Замолкаю. Слушаю. Всерьез, сосредоточенно. Я это умею.
- Нет, - говорю наконец. - Это просто ветер. Птицы и ветер.
- Правда? - как-то неожиданно доверчиво спрашивает она.
- Знаю, - отмахивается она и пытается пошутить: - Если доживем...
Первый монстр был не завтра и даже не через неделю. Потом. В совсем далеком потом. За топор меня, конечно, обругали. Были уверены, что если не украл, так выцыганил. Но искать хозяина не стали. Зато брат, подрабатывавший где-то в казармах грязнорабочим, показал пару-тройку подсмотренных приемов. А еще пытались рубить моим топором дрова, но дело почему-то не пошло, чему я до сих пор не могу нарадоваться, и "бесполезную железяку" оставили в полном моем владении, с тем только, чтоб ничего ею не сломал и не испортил. Ну, мы с братом и развлекались - от души. Самое смешное, что получалось. Его потом даже взяли в гвардию. Счастья было... А гордости... И начали пускать меня - по блату, смеясь, покровительствуя. Им было приятно. Мне - нужно. Не знаю, были ли они хорошими учителями. Кто-то, конечно же, да. Большинство... оно большинство и есть. Но у меня получалось. Это, плюс к брату, действительно хорошему человеку, сделало меня почти любимцем полка. Почти - потому что приложи я хоть каплю усилий, так бы оно и было. Но я просто приходил, учился и уходил. Может быть потому, что в душе - и это осталось до сих пор - есть непреодолимая грань между простым смертным и учителем. Учителем, который стоит на пол дороги к небесам, как бы мало или много он не знал. Учителем, с которым нельзя сравняться, нельзя даже пытаться быть равным. Собственно говоря, это портило мои отношения со многими учителями, которые рано или поздно, но приходили к идее сделать из меня друга, не понимая, что друг это друг, а учитель это учитель, и смешивать... Ладно, не стоит отвлекаться. Эти воины был моими учителями. Они думали, что потом я приду к ним, как брат, и стану одним из, и стану... А я ушел. Просто, однажды, не прощаясь. После какой-то очередной глупой ссоры. Как всегда - с топором. Собирался побродить где-то пару дней и вернуться, будто бы простив их, будто бы сделав этим милость... Но дорога очаровала, захватила и закрутила. И понесла. И были там друзья и враги, и чудовища самых всяких видов и форм, и... да, грязь и боль тоже были, об этом нельзя забивать. Но... мне понравилось. Меня затянуло. И возвращение было бы преступлением - перед собой. Потому что таким - мне уже нельзя возвращаться. И кажется, этого они так и не простили.
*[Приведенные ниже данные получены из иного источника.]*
"""The quality of imperfect static records: warm-up, temperature, steps and spikes.

Real static records are not the stationary noise the Allan analysis assumes: the bias settles
after power-on, follows the temperature, jumps when the table is bumped, and spikes. This
package finds each with a stated rule, gives its numbers and reason codes, and prepares the
record for the Allan analysis on request (a trim, the linear temperature effect removed, spikes
and steps excluded as short gaps, to be pooled by :func:`sensormodel.allan.overlapping_pooled`).

* :func:`detect_settling` / :func:`settling_trim`: window means against the final level,
  judged with σ_A(window) of the noise model (or of the record's second half), Bonferroni
  threshold, exponential fit; the settling time is where the fitted transient falls to
  ``criterion``·σ_A (``_settling``).
* :func:`temperature_sensitivity` / :func:`remove_temperature`: least-squares slope of the
  channel's window means on the temperature's, its interval from the noise model's variogram
  (exact for correlated noise) or the variogram estimated from the record (``_temperature``).
* :func:`detect_events` / :func:`exclusion_mask` / :func:`clean_segments`: a jump and a
  jump back (robust scale of the first differences) for spikes, the two-window mean test
  (normalized by the Allan deviation at the window) for steps, Bonferroni thresholds
  (``_events``).
* :func:`assess` → :class:`RecordQuality`: all three on one channel (``_record``).

Computation is in the channel's unit (SI from a :class:`~sensormodel.recording.Recording`);
temperatures in °C or K (a sensitivity per K is per °C). Results carry numbers and reason
codes, never sentences (:data:`sensormodel.report.REASONS` has them).
"""

from ._events import (
    DEFAULT_STEP_WINDOW,
    SPIKE_HALF_WIDTH,
    Event,
    Events,
    clean_segments,
    detect_events,
    exclusion_mask,
)
from ._record import RecordQuality, assess
from ._settling import DEFAULT_SETTLING_WINDOW, Settling, detect_settling, settling_trim
from ._temperature import (
    DEFAULT_TEMPERATURE_WINDOWS,
    TemperatureEffect,
    remove_temperature,
    temperature_sensitivity,
    window_variogram,
)
from ._windows import MAD_TO_SIGMA

__all__ = [
    "assess",
    "RecordQuality",
    "detect_settling",
    "settling_trim",
    "Settling",
    "temperature_sensitivity",
    "remove_temperature",
    "window_variogram",
    "TemperatureEffect",
    "detect_events",
    "exclusion_mask",
    "clean_segments",
    "Event",
    "Events",
    "DEFAULT_SETTLING_WINDOW",
    "DEFAULT_STEP_WINDOW",
    "DEFAULT_TEMPERATURE_WINDOWS",
    "SPIKE_HALF_WIDTH",
    "MAD_TO_SIGMA",
]
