def _axis_spec(
    name: str, axis: str, table: dict[str, Any], level: _Level, source: str
) -> AxisSpec:
    """An axis of an instrument: the instrument's level with the axis override (if any)."""
    if axis in table:
        override = table[axis]
        if not isinstance(override, dict):
            raise DatasheetError(
                f"got {override!r}",
                "a table of per-axis values",
                source=source,
                field=f"{name}.{axis}",
            )
        keys = list(FIELDS[name])
        check_keys(override, [*keys, *CONVENTIONS, "filter_order"], f"{name}.{axis}", source)
        level = level.below(override, keys, name, f"{name}.{axis}", source)
        for key in ("angle_random_walk", "velocity_random_walk", "noise_density"):
            if key in override:
                # an axis override of one replaces the instrument's other form
                other = (
                    {"noise_density"}
                    if key != "noise_density"
                    else {"angle_random_walk", "velocity_random_walk"}
                )
                for o in other:
                    if o in level.values and level.origin.get(o, "").count(".") < 2:
                        level.values.pop(o)
                        level.origin.pop(o)
    return AxisSpec(
        name, axis, dict(level.values), level.conventions, level.filter_order, dict(level.origin)
    )


def _check_axis(
    name: str, axis: str, table: dict[str, Any], spec: AxisSpec, source: str
) -> None:
    """Refuse an axis whose forms disagree, that lacks a positive sample rate (or has a zero
    bandwidth) or that has no noise term."""
    values, origin = spec.values, spec.origin
    _check_equivalent(values, spec.conventions, name, origin, source)
    if "sample_rate" not in values:
        raise DatasheetError(
            "no sample_rate",
            "sample_rate in [sensor] or in the instrument table, e.g. '400 Hz'",
            source=source,
            field=f"{name}.sample_rate",
        )
    for key, what in (("sample_rate", "rate such as '400 Hz'"),
                      ("bandwidth", "-3 dB bandwidth such as '100 Hz'")):  # fmt: skip
        if key in values:
            v = values[key].typ or values[key].max
            if not v or v <= 0:
                raise UnitError(
                    f"{key} is zero", f"a positive {what}", source=source, field=origin[key]
                )
    if not any(FIELDS[name][k].term for k in values if k in FIELDS[name]):
        raise DatasheetError(
            "no noise term",
            "at least one of " + ", ".join(k for k, f in FIELDS[name].items() if f.term),
            source=source,
            field=f"{name}.{axis}" if axis in table else name,
        )


def load_datasheet(path: str | os.PathLike[str]) -> Datasheet:
    """Read a datasheet TOML file, validate it and convert every value to SI.

    Parameters
    ----------
    path : path-like
        The ``.toml`` file.

    Returns
    -------
    Datasheet
        SI values (typ / max per term), per channel, with the conventions applied at
        conversion time (:mod:`sensormodel.convert`).

    Raises
    ------
    DatasheetError, UnitError
        Naming the file and the offending key, e.g.
        ``survey.toml:gyro.angle_random_walk: got '0.1 1/h**0.5' ...``.
    """
    p = pathlib.Path(path)
    try:
        raw = p.read_bytes()
    except FileNotFoundError:
        raise DatasheetError(
            "no such file", "an existing datasheet .toml file", source=str(p)
        ) from None
    except IsADirectoryError:
        raise DatasheetError("is a folder", "a datasheet .toml file", source=str(p)) from None
    try:
        data = tomllib.loads(raw.decode("utf-8"))
    except UnicodeDecodeError:
        raise DatasheetError("not UTF-8 text", "a TOML file in UTF-8", source=str(p)) from None
    except tomllib.TOMLDecodeError as exc:
        msg = str(exc)
        line = ""
        if "(at line" in msg:
            line = "line " + msg.split("(at line", 1)[1].split(",")[0].strip()
            msg = msg.split("(at line", 1)[0].strip()
        raise DatasheetError(
            f"not valid TOML ({msg})", "a TOML datasheet", source=str(p), field=line or None
        ) from None
    ds = parse_datasheet(data, source=str(p), sha256=hashlib.sha256(raw).hexdigest())
    try:
        validate(data, "datasheet.schema.json", source=str(p))
    except ModelFileError as exc:  # structure already checked above; the schema is the contract
        raise DatasheetError(
            exc.problem,
            "a datasheet as in schemas/datasheet.schema.json",
            source=str(p),
            field=exc.field,
        ) from None
    return ds
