"""Window means and the noise of a window mean (private to :mod:`sensormodel.quality`)."""

from __future__ import annotations

import math
from typing import Any

import numpy as np

from .. import validate
from ..errors import AnalysisError

#: 1/Φ⁻¹(3/4): the median absolute deviation of a normal sample times this is its σ
#: (F. R. Hampel, "The influence curve and its role in robust estimation", J. Amer. Statist.
#: Assoc. 69 (1974) 383-393).
MAD_TO_SIGMA = 1.482602218505602

Reason = tuple[str, dict[str, Any]]


def as_record(y: Any, name: str = "y") -> np.ndarray:
    """The samples as a finite 1-D float64 array (a non-finite sample refused by index)."""
    arr = np.asarray(y, dtype=np.float64)
    if arr.ndim != 1:
        raise AnalysisError(f"got an array of shape {arr.shape}", "a 1-D array", field=name)
    bad = np.flatnonzero(~np.isfinite(arr))
    if bad.size:
        raise AnalysisError(
            f"sample {int(bad[0])} is {float(arr[bad[0]])!r}",
            "finite samples (cut the record at its gaps first)",
            field=name,
        )
    return arr


def window_samples(window: Any, rate: float, n: int, name: str = "window") -> int:
    """Samples in a window of ``window`` seconds (at least 1, at most ``n``)."""
    w, shown = float(window) if not isinstance(window, bool) else math.nan, window
    if not math.isfinite(w) or w <= 0.0:
        raise AnalysisError(f"got {shown!r}", "a window length in seconds > 0", field=name)
    m = max(1, int(round(w * rate)))
    if m > n:
        raise AnalysisError(
            f"a {w:g} s window needs {m} samples; the record has {n}",
            "a shorter window or a longer record",
            field=name,
        )
    return m


def window_means(y: np.ndarray, m: int) -> tuple[np.ndarray, np.ndarray]:
    """Means of the whole consecutive windows of ``m`` samples and their first sample index."""
    k = y.shape[0] // m
    means = y[: k * m].reshape(k, m).mean(axis=1)
    return means, np.arange(k) * m


def robust_sigma(values: np.ndarray) -> float:
    """σ of the values from their median absolute deviation about the median (Hampel 1974)."""
    med = float(np.median(values))
    return MAD_TO_SIGMA * float(np.median(np.abs(values - med)))


def mean_sigma(
    y: np.ndarray, rate: float, m: int, model: Any, *, part: slice | None = None
) -> tuple[float, str]:
    """σ_A(τ = m/rate) [unit of y]: the Allan deviation at the window length, whose square is
    half the variance of the difference of two adjacent window means (IEEE Std 952-1997
    Annex C; NIST SP 1065 §5.2.2).

    From ``model`` (a :class:`sensormodel.model.Channel`, its exact ``allan_variance``), else from
    the record: the robust σ of the differences of adjacent window means over ``part`` (default
    the whole record) divided by √2. Returns (σ, "model" or "record").
    """
    if model is not None:
        return float(math.sqrt(model.allan_variance(np.array([m / rate]))[0])), "model"
    seg = y if part is None else y[part]
    means, _ = window_means(seg, m)
    if means.shape[0] < 8:
        raise AnalysisError(
            f"{means.shape[0]} windows of {m / rate:g} s to judge the noise of a window mean",
            "at least 8 (a longer record, a shorter window, or a noise model)",
            field="y",
        )
    sigma = robust_sigma(np.diff(means)) / math.sqrt(2.0)
    if sigma <= 0.0:
        sigma = float(np.std(np.diff(means))) / math.sqrt(2.0)
    return sigma, "record"


def normal_quantile(p: float) -> float:
    """Φ⁻¹(p) of the standard normal law."""
    from scipy.stats import norm

    return float(norm.ppf(p))


def bonferroni_threshold(false_alarm: Any, tests: int) -> float:
    """The |z| threshold at which ``tests`` two-sided normal tests together raise a false alarm
    with probability at most ``false_alarm`` (Bonferroni's inequality)."""
    alpha = validate.probability(false_alarm, "false_alarm", example="0.01")
    return normal_quantile(1.0 - alpha / (2.0 * max(1, int(tests))))


def record_variogram(means: np.ndarray, sigma: float, count: int) -> np.ndarray:
    """D(jτ), j = 0 … count, of consecutive window means estimated from the record: the form
    of white plus flicker noise, 2σ²_A + b·ln j (b ≥ 0), its b fitted by least squares weighted
    by the pair counts to the classical estimator (G. Matheron 1963: the mean squared difference
    at each lag j up to half the windows); D(0) = 0. Random-walk rate noise is not in the form
    (its variogram grows like j): an approximation, stated by the callers' reasons."""
    k = means.shape[0]
    j = np.arange(1, max(2, k // 2) + 1)
    est = np.array([np.mean((means[i:] - means[:-i]) ** 2) for i in j])
    x = np.log(j.astype(float))
    weight = k - j
    slope = float(np.sum(weight * x * (est - 2.0 * sigma**2)) / np.sum(weight * x * x))
    d = 2.0 * sigma**2 + max(0.0, slope) * np.log(np.maximum(np.arange(count + 1), 1.0))
    d[0] = 0.0
    return d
- Ты хорошо рассказываешь, герой. Только вот как-то уж очень неправильно. Первая сказка мне понравилась больше.
- Может быть, - задумчиво согласился я.
- Почему ты врешь мне? Ведь это уже не имеет никакого значения, толку и смысла. Ни если мы умрем сегодня, ни если выживем. Я не буду петь о тебе. Я обещаю. И... ведь ты же сам предложил разговор...
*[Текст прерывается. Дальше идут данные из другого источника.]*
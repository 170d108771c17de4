"""The quality of one channel's static record: settling, temperature, steps and spikes, the part
used (private to :mod:`sensormodel.quality`)."""

from __future__ import annotations

import dataclasses
from dataclasses import dataclass, field
from typing import Any

import numpy as np

from .. import validate
from ..confidence import DECISION_CONFIDENCE
from ..errors import AnalysisError
from ._events import (
    DEFAULT_STEP_WINDOW,
    Events,
    clean_segments,
    detect_events,
    exclusion_mask,
    found_values,
    levelled,
)
from ._settling import (
    DEFAULT_SETTLING_WINDOW,
    MIN_SETTLING_WINDOWS,
    Settling,
    detect_settling,
    settling_trim,
)
from ._temperature import (
    TemperatureEffect,
    paired_arrays,
    remove_temperature,
    temperature_sensitivity,
)
from ._windows import Reason, as_record

__all__ = ["RecordQuality", "assess"]


@dataclass(frozen=True)
class RecordQuality:
    """What was found in one channel's record and what was done to it (numbers and reason
    codes; the reports write the sentences from :data:`sensormodel.report.REASONS`).

    Attributes
    ----------
    channel : str
        Channel id.
    rate : float
        Sample rate [Hz].
    n_samples : int
        Samples in the record.
    settling : Settling or None
        The warm-up detection (None where the record is too short to judge it and no trim
        was asked).
    trim_start : int
        Samples cut at the start (0 without a trim).
    temperature : TemperatureEffect or None
        The temperature regression (on the record after the trim).
    temperature_removed : bool
        Whether its linear effect was removed from ``samples``.
    events : Events or None
        Spikes and steps (indices in the whole record).
    segments : tuple of (int, int)
        The (start, stop) sample ranges used for the analysis.
    reasons : tuple
        (code, values) pairs, in the order found.
    samples : ndarray
        The whole record as analysed (temperature effect removed where asked) [unit]; not
        compared, not shown.
    """

    channel: str
    rate: float
    n_samples: int
    settling: Settling | None
    trim_start: int
    temperature: TemperatureEffect | None
    temperature_removed: bool
    events: Events | None
    segments: tuple[tuple[int, int], ...]
    reasons: tuple[Reason, ...]
    samples: np.ndarray = field(repr=False, compare=False)

    @property
    def samples_used(self) -> int:
        """Samples in ``segments``."""
        return sum(b - a for a, b in self.segments)

    @property
    def fraction_used(self) -> float:
        """Share of the record in ``segments`` [-]."""
        return self.samples_used / self.n_samples

    def segment_arrays(self) -> list[np.ndarray]:
        """The used segments of ``samples``, for :func:`sensormodel.allan.overlapping_pooled`."""
        return [self.samples[a:b] for a, b in self.segments]


def _after(events: Events, start: int, rate: float) -> Events:
    """The events from sample ``start`` on (those in a trimmed warm-up dropped), their
    reasons rebuilt."""
    spikes = tuple(e for e in events.spikes if e.index >= start)
    steps = tuple(e for e in events.steps if e.index >= start)
    reasons: list[Reason] = []
    if spikes:
        reasons.append(("spikes_found", found_values(list(spikes), events.spike_threshold)))
    if steps:
        reasons.append(("steps_found", found_values(list(steps), events.step_threshold)))
    return dataclasses.replace(events, spikes=spikes, steps=steps, reasons=tuple(reasons))


def _settling(
    arr: np.ndarray,
    rate: float,
    trim: Any,
    model: Any,
    window: float,
    false_alarm: float,
    temp: np.ndarray | None,
) -> tuple[int, Settling | None, list[Reason]]:
    """The trim and the settling detection (judged wherever the record is long enough)."""
    reasons: list[Reason] = []
    if trim is None:
        if arr.shape[0] < MIN_SETTLING_WINDOWS * max(1, round(window * rate)):
            return (
                0,
                None,
                [("settling_not_judged", {"duration": arr.shape[0] / rate, "window": window})],
            )
        found = detect_settling(
            arr, rate, model=model, window=window, false_alarm=false_alarm, temperature=temp
        )
        return 0, found, list(found.reasons)
    start, found = settling_trim(
        arr, rate, trim, model=model, window=window, false_alarm=false_alarm, temperature=temp
    )
    if found is not None:
        reasons.extend(found.reasons)
    reasons.append(
        ("settling_trimmed", {"seconds": start / rate, "samples": start, "auto": found is not None})
    )
    return start, found, reasons


def _temperature(
    arr: np.ndarray,
    level: np.ndarray,
    temp: np.ndarray,
    start: int,
    rate: float,
    model: Any,
    remove: bool,
    options: dict[str, Any],
) -> tuple[TemperatureEffect, np.ndarray, list[Reason]]:
    """The sensitivity on the levelled record after the trim, and the samples with its effect
    removed when asked (else ``arr`` itself)."""
    effect = temperature_sensitivity(level[start:], temp[start:], rate, model=model, **options)
    reasons = list(effect.reasons)
    samples = arr
    if remove:
        samples = arr.copy()
        samples[start:] = remove_temperature(arr[start:], temp[start:], rate, effect)
        values = {"sensitivity": effect.sensitivity, "unit": options["unit"]}
        reasons.append(("temperature_removed", values))
    return effect, samples, reasons


def assess(
    y: Any,
    rate: float,
    *,
    channel: str = "signal",
    unit: str = "1",
    start_time: float = 0.0,
    model: Any = None,
    temperature: Any = None,
    trim: Any = None,
    remove_temperature_effect: bool = False,
    exclude_events: bool = False,
    datasheet_sensitivity: Any = None,
    settling_window: float = DEFAULT_SETTLING_WINDOW,
    temperature_window: float | None = None,
    step_window: float = DEFAULT_STEP_WINDOW,
    confidence: float = DECISION_CONFIDENCE,
    false_alarm: float = 0.01,
    min_segment: int = 100,
) -> RecordQuality:
    """Judge one channel's static record and prepare it for the Allan analysis.

    In order: spikes and steps (:func:`detect_events`), the warm-up (:func:`detect_settling` on
    the record with its spikes and steps levelled and the temperature as a second regressor;
    cut with ``trim``), the temperature sensitivity on what remains
    (:func:`temperature_sensitivity`, levelled too; removed with ``remove_temperature_effect``),
    and the events after the trim excluded as short gaps with ``exclude_events``, leaving clean
    segments for :func:`sensormodel.allan.overlapping_pooled`.

    Parameters
    ----------
    y : array_like
        Rate samples of one channel [unit], uniformly spaced, finite (one clean stretch).
    rate : float
        Sample rate [Hz].
    channel, unit : str
        Labels kept in the result and its reasons.
    start_time : float
        Time of the first sample [s].
    model : sensormodel.model.Channel, optional
        The channel's noise model (σ_A for settling and steps, the variogram for the
        temperature interval); else each is estimated from the record.
    temperature : array_like, optional
        The temperature at each sample [°C or K] (e.g. ``Recording.auxiliary["temp"]``).
    trim : None, "auto" or float
        Cut the warm-up: ``"auto"`` (the settling time) or a time [s].
    remove_temperature_effect : bool
        Remove the fitted linear temperature effect from the samples analysed.
    exclude_events : bool
        Exclude spikes and steps as short gaps.
    datasheet_sensitivity : float or SpecValue, optional
        The datasheet's ``bias_temperature_sensitivity`` [unit/K].
    settling_window, temperature_window, step_window : float
        Windows [s] of the three tests (60 s; the record in 100; 10 s).
    confidence : float
        Confidence of the sensitivity's interval (default 0.9).
    false_alarm : float
        False-alarm probability of each detection on a clean record (default 0.01).
    min_segment : int
        Shortest segment kept after the exclusions [samples] (default 100).

    Returns
    -------
    RecordQuality

    Raises
    ------
    AnalysisError
        A trim as long as the record, a record that has not settled (``trim="auto"``), too
        short a record to judge settling with ``trim="auto"``, a constant temperature, a
        temperature of another length, removal without a temperature, and the tests' errors.
    """
    rate = validate.rate(rate)
    arr = as_record(y)
    n = arr.shape[0]
    if remove_temperature_effect and temperature is None:
        raise AnalysisError(
            "the removal of the temperature effect was asked without a temperature column",
            "a temperature column (or no removal)",
            field="temperature",
        )
    temp = None if temperature is None else paired_arrays(arr, temperature)[1]
    # events first: a step is not a transient, and a slow transient or a temperature drift
    # does not disturb the two-window test
    found = detect_events(
        arr, rate, model=model,
        start_time=start_time, step_window=step_window, false_alarm=false_alarm,
    )  # fmt: skip
    level = levelled(arr, found)
    start, settling, reasons = _settling(
        level, rate, trim, model, settling_window, false_alarm, temp
    )  # fmt: skip
    events = _after(found, start, rate)
    effect, samples = None, arr
    if temp is not None:
        effect, samples, more = _temperature(
            arr, level, temp, start, rate, model, remove_temperature_effect,
            {"window": temperature_window, "confidence": confidence,
             "datasheet": datasheet_sensitivity, "unit": unit},
        )  # fmt: skip
        reasons.extend(more)
    reasons.extend(events.reasons)
    if exclude_events and (events.spikes or events.steps):
        keep = exclusion_mask(n, events)
        keep[:start] = False
        segments = clean_segments(keep, min_length=min_segment)
        reasons.append(
            ("events_excluded", {"samples": int(n - start - keep.sum()), "segments": len(segments)})
        )
    else:
        segments = [(start, n)]
    used = sum(b - a for a, b in segments)
    reasons.append(("record_fraction_used", {"fraction": used / n, "used": used, "total": n}))
    return RecordQuality(
        channel, rate, n, settling, start, effect, samples is not arr, events, tuple(segments),
        tuple(reasons), samples,
    )  # fmt: skip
- Ты очень боишься смерти, да?
- Я? - зябко повела она плечами. - С чего ты взял?
- Не нужно. Не стоит.
- Это... будет глупо, - выдохнула она.
- Глупо... глупого в этом мире слишком много. Но не думаю, что мы умрем, - черт, я же никогда, никогда не умел ни утешать, ни обнадеживать! - И знаешь почему? Потому что то, что нам предстоит - это подвиг. Один из моих учителей сказал когда-то невероятно умную вещь (хоть, собственно, не думаю, что он ее осознавал). Он сказал: "Да, я не спорю, этот человек герой. Но ведь сделал же кто-то ошибку, из-за которой понадобился его подвиг". Ошибку. В этом вся суть. Потому что в нормально отлаженной и функционирующей жизни подвигу нет места. Сама возможность его зачахнет еще на подходе, раздавленная массой законов, традиций, установок и этики. А я умею пользоваться чужими ошибками. Я герой, но я не дурак.
- Дурак, - тихо сказала она. - Разве можно жить только чужими ошибками?
- Не только, - покачал я головой и отвернулся. Утешил, что говориться. Вселил веру в победу, завтрашний день и себя, любимого...
- Хочешь, я расскажу тебе свою историю? - осторожно, будто бы извиняясь, спросила она.
- Хочу, - ответил я, и ответил, кажется, честно. - Только ты уже не успеешь. Он идет.
Она рывком поднялась на ноги, обернулась вокруг и - ничего не увидела, как и ожидалось. Сторожко присела возле костра - на корточки, подгребая поближе груду приготовленных заранее веток, нащупывая рукой рукоять ножа. И я - вздохнул глубоко, будто на прощанье, схватил поудобнее топор и встал, ловя лезвием красные отблески костра и до боли вслушиваясь в шаги.
А в голове крутилось только одно: глупо, глупо, глупо, глупо! Глупо так умереть...
Он идет. Ну и пусть себе идет, нам не нужен...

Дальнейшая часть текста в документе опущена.